**WHAT THE EXERCISE ASKS**
In the entries that follow, find the line containing "rows, text, query.kind)"; from there, copy every line exactly through the line containing "mask[part] = True".

- - - -

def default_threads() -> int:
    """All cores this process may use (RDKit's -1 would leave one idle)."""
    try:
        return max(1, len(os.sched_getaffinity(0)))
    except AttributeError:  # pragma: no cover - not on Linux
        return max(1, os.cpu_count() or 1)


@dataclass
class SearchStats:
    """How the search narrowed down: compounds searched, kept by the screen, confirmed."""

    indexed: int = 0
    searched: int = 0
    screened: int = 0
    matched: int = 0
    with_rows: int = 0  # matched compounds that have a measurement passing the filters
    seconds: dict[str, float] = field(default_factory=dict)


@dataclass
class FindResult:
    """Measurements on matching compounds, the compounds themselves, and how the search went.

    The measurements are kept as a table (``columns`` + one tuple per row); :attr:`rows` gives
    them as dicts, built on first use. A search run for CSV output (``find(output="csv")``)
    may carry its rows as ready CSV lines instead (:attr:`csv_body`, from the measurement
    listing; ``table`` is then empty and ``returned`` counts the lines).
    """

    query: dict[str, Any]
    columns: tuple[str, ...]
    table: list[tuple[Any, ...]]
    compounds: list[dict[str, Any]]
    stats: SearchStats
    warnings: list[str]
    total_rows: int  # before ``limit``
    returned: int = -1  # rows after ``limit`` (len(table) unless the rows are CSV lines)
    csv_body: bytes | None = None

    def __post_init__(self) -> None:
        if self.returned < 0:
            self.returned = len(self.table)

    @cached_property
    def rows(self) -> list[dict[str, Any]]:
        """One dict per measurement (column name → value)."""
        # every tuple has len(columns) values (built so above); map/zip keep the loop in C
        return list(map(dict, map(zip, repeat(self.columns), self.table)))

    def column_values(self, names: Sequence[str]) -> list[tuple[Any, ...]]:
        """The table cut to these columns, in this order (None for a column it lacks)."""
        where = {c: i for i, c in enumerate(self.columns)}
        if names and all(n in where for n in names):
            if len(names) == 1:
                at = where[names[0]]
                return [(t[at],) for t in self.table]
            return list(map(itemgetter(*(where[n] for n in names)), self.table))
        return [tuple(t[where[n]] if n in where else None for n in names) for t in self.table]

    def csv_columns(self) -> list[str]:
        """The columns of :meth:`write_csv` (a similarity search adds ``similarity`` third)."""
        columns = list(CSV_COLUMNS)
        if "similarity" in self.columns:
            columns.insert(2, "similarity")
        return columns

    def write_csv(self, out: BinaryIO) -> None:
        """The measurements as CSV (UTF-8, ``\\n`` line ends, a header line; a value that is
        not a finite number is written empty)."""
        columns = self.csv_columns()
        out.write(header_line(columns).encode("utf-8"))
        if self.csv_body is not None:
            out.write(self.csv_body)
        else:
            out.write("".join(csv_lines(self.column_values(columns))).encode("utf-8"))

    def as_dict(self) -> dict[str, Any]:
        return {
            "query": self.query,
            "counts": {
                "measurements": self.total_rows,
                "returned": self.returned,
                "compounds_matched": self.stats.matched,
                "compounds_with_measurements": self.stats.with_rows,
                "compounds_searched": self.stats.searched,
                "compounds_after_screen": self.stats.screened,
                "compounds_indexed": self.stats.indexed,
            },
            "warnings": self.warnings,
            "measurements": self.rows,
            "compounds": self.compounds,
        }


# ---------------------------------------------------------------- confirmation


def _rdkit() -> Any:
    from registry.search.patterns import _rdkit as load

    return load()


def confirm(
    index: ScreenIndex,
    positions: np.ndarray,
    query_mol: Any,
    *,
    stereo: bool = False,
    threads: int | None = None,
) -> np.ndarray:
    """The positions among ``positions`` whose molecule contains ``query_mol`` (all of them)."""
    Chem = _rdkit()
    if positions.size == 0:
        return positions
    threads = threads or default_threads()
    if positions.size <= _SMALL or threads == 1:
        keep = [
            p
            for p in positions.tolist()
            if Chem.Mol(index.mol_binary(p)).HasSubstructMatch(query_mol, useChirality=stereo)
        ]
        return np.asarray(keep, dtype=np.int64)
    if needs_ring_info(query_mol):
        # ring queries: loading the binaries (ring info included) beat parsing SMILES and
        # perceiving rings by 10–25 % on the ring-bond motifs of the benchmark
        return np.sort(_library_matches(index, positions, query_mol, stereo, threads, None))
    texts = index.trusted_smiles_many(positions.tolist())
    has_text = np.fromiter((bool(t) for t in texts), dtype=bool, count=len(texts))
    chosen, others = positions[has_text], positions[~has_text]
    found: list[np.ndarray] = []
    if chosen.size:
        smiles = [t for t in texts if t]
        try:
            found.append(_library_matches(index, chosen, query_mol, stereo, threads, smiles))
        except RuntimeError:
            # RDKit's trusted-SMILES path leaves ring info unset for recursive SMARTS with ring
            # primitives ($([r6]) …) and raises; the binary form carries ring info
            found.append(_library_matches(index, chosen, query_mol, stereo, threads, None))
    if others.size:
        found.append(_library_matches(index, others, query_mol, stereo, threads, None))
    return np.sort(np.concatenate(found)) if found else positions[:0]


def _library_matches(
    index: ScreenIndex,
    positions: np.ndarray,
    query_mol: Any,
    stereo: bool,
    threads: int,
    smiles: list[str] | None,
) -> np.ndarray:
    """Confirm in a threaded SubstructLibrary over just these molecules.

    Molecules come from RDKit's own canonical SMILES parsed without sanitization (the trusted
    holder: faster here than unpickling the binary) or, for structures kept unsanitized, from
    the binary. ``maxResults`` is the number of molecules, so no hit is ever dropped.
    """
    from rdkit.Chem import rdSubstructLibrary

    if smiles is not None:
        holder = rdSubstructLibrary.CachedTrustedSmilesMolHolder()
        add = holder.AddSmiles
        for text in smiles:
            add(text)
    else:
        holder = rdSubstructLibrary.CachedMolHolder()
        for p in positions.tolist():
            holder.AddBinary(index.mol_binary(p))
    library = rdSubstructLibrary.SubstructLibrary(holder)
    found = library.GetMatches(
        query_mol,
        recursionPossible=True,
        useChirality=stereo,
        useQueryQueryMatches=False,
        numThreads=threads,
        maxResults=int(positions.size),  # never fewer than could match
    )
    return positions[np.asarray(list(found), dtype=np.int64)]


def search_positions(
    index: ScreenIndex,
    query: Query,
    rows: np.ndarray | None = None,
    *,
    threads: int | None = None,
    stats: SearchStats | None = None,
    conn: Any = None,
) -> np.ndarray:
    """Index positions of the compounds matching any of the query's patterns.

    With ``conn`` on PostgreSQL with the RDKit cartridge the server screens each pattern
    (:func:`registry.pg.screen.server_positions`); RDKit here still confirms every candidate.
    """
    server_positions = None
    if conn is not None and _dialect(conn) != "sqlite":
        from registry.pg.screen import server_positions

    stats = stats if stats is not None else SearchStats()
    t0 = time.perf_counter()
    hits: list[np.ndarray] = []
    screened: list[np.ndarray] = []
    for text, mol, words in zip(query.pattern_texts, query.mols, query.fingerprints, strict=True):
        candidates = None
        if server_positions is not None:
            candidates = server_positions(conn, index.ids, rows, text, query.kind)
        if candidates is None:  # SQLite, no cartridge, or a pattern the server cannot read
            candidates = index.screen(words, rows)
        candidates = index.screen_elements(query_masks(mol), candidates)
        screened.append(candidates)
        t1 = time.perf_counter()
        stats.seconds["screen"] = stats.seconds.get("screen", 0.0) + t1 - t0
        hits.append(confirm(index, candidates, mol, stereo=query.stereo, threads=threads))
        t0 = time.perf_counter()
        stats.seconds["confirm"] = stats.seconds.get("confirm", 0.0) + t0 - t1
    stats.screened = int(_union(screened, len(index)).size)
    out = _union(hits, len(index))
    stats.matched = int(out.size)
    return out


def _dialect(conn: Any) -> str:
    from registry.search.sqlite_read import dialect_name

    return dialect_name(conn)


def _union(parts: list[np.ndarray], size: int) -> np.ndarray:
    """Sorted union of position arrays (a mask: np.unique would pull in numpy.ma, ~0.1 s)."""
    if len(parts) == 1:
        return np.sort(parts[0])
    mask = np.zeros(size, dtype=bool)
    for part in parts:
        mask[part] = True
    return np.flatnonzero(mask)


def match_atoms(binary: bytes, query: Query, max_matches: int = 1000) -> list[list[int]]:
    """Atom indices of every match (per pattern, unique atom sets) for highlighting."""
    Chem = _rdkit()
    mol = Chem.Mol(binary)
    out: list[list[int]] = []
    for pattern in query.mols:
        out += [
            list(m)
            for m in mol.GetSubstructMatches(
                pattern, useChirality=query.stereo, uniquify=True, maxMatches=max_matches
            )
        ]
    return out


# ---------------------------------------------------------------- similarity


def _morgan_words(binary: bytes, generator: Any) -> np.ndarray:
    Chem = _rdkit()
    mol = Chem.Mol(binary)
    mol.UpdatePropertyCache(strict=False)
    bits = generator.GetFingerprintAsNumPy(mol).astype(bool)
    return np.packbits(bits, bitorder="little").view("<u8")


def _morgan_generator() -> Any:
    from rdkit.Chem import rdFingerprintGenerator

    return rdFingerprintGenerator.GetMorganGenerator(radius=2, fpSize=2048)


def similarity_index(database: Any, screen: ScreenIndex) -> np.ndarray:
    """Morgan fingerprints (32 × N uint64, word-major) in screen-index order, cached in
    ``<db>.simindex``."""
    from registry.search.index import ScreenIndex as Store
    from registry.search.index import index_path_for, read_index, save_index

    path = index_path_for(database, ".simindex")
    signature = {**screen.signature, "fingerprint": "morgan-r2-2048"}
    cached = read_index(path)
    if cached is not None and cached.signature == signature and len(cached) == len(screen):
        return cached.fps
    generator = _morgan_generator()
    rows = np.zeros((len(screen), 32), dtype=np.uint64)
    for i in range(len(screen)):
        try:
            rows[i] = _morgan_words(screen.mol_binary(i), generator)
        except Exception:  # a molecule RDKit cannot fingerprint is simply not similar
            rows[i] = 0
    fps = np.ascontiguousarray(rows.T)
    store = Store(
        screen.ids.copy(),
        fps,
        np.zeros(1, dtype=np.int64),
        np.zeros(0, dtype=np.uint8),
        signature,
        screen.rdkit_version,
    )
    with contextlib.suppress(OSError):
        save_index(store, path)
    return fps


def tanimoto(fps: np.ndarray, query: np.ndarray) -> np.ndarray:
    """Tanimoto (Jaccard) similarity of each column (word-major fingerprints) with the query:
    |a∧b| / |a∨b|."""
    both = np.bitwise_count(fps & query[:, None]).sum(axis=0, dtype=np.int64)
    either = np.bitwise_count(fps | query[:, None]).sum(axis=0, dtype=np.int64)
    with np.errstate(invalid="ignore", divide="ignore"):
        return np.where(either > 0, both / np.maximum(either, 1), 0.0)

- - - -

**SOLUTION TO THIS TASK**
            candidates = server_positions(conn, index.ids, rows, text, query.kind)
        if candidates is None:  # SQLite, no cartridge, or a pattern the server cannot read
            candidates = index.screen(words, rows)
        candidates = index.screen_elements(query_masks(mol), candidates)
        screened.append(candidates)
        t1 = time.perf_counter()
        stats.seconds["screen"] = stats.seconds.get("screen", 0.0) + t1 - t0
        hits.append(confirm(index, candidates, mol, stereo=query.stereo, threads=threads))
        t0 = time.perf_counter()
        stats.seconds["confirm"] = stats.seconds.get("confirm", 0.0) + t0 - t1
    stats.screened = int(_union(screened, len(index)).size)
    out = _union(hits, len(index))
    stats.matched = int(out.size)
    return out


def _dialect(conn: Any) -> str:
    from registry.search.sqlite_read import dialect_name

    return dialect_name(conn)


def _union(parts: list[np.ndarray], size: int) -> np.ndarray:
    """Sorted union of position arrays (a mask: np.unique would pull in numpy.ma, ~0.1 s)."""
    if len(parts) == 1:
        return np.sort(parts[0])
    mask = np.zeros(size, dtype=bool)
    for part in parts:
        mask[part] = True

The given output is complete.